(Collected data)
+---+
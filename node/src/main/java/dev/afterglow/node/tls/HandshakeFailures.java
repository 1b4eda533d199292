package dev.afterglow.node.tls;

import dev.afterglow.node.stats.Counters;
import dev.afterglow.node.stats.NodeCounter;
import java.net.SocketAddress;
import java.util.concurrent.atomic.AtomicInteger;
import java.util.function.Consumer;

/**
 * Counts failed handshakes in {@link NodeCounter#TLS_HANDSHAKE_FAILURES} and logs the first of each
 * {@link HandshakeFailure} kind, so a scanner or a misconfigured client cannot flood the log.
 * Thread-safe: called from any I/O thread.
 */
final class HandshakeFailures {
    private final Counters counters;
    private final Consumer<String> warn;
    private final AtomicInteger loggedKinds = new AtomicInteger();

    HandshakeFailures(Counters counters, Consumer<String> warn) {
        this.counters = counters;
        this.warn = warn;
    }

    void record(TlsListener listener, SocketAddress remote, Throwable cause) {
        HandshakeFailure kind = HandshakeFailure.of(cause);
        int bit = 1 << kind.ordinal();
        int before = loggedKinds.getAndUpdate(v -> v | bit);
        if ((before & bit) == 0) {
            warn.accept("TLS handshake failed on the " + listener.configName() + " listener from " + remote + ": "
                    + kind.description() + " [" + summary(kind, cause) + "]; further failures of this kind are only counted"
                    + " (afterglow_tls_handshake_failures_total)");
        }
        // Counted after the log line, so whoever sees the count also finds the line.
        counters.increment(NodeCounter.TLS_HANDSHAKE_FAILURES);
    }

    /**
     * The innermost cause's class and message, one line, bounded. Messages name certificates and
     * alerts, never keys; what a plain-text client sent (Netty quotes it in hex) is left out, since
     * it may hold a token.
     */
    private static String summary(HandshakeFailure kind, Throwable cause) {
        Throwable root = cause;
        while (root.getCause() != null && root.getCause() != root) {
            root = root.getCause();
        }
        String message = kind == HandshakeFailure.NOT_TLS || root.getMessage() == null ? "" : ": " + root.getMessage();
        String text = (root.getClass().getSimpleName() + message).replaceAll("\\s+", " ")
                .replaceAll("[0-9a-fA-F]{32,}", "<bytes not shown>");
        return text.length() > 300 ? text.substring(0, 300) + "..." : text;
    }
}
+---+
■ Exercise goal:
An exact reproduction of all the entries above is required.

■ Answer to this exercise:
filename node/src/main/java/dev/afterglow/node/tls/HandshakeFailures.java
repository 1b4eda533d199292
package dev.afterglow.node.tls;

import dev.afterglow.node.stats.Counters;
import dev.afterglow.node.stats.NodeCounter;
import java.net.SocketAddress;
import java.util.concurrent.atomic.AtomicInteger;
import java.util.function.Consumer;

/**
 * Counts failed handshakes in {@link NodeCounter#TLS_HANDSHAKE_FAILURES} and logs the first of each
 * {@link HandshakeFailure} kind, so a scanner or a misconfigured client cannot flood the log.
 * Thread-safe: called from any I/O thread.
 */
final class HandshakeFailures {
    private final Counters counters;
    private final Consumer<String> warn;
    private final AtomicInteger loggedKinds = new AtomicInteger();

    HandshakeFailures(Counters counters, Consumer<String> warn) {
        this.counters = counters;
        this.warn = warn;
    }

    void record(TlsListener listener, SocketAddress remote, Throwable cause) {
        HandshakeFailure kind = HandshakeFailure.of(cause);
        int bit = 1 << kind.ordinal();
        int before = loggedKinds.getAndUpdate(v -> v | bit);
        if ((before & bit) == 0) {
            warn.accept("TLS handshake failed on the " + listener.configName() + " listener from " + remote + ": "
                    + kind.description() + " [" + summary(kind, cause) + "]; further failures of this kind are only counted"
                    + " (afterglow_tls_handshake_failures_total)");
        }
        // Counted after the log line, so whoever sees the count also finds the line.
        counters.increment(NodeCounter.TLS_HANDSHAKE_FAILURES);
    }

    /**
     * The innermost cause's class and message, one line, bounded. Messages name certificates and
     * alerts, never keys; what a plain-text client sent (Netty quotes it in hex) is left out, since
     * it may hold a token.
     */
    private static String summary(HandshakeFailure kind, Throwable cause) {
        Throwable root = cause;
        while (root.getCause() != null && root.getCause() != root) {
            root = root.getCause();
        }
        String message = kind == HandshakeFailure.NOT_TLS || root.getMessage() == null ? "" : ": " + root.getMessage();
        String text = (root.getClass().getSimpleName() + message).replaceAll("\\s+", " ")
                .replaceAll("[0-9a-fA-F]{32,}", "<bytes not shown>");
        return text.length() > 300 ? text.substring(0, 300) + "..." : text;
    }
}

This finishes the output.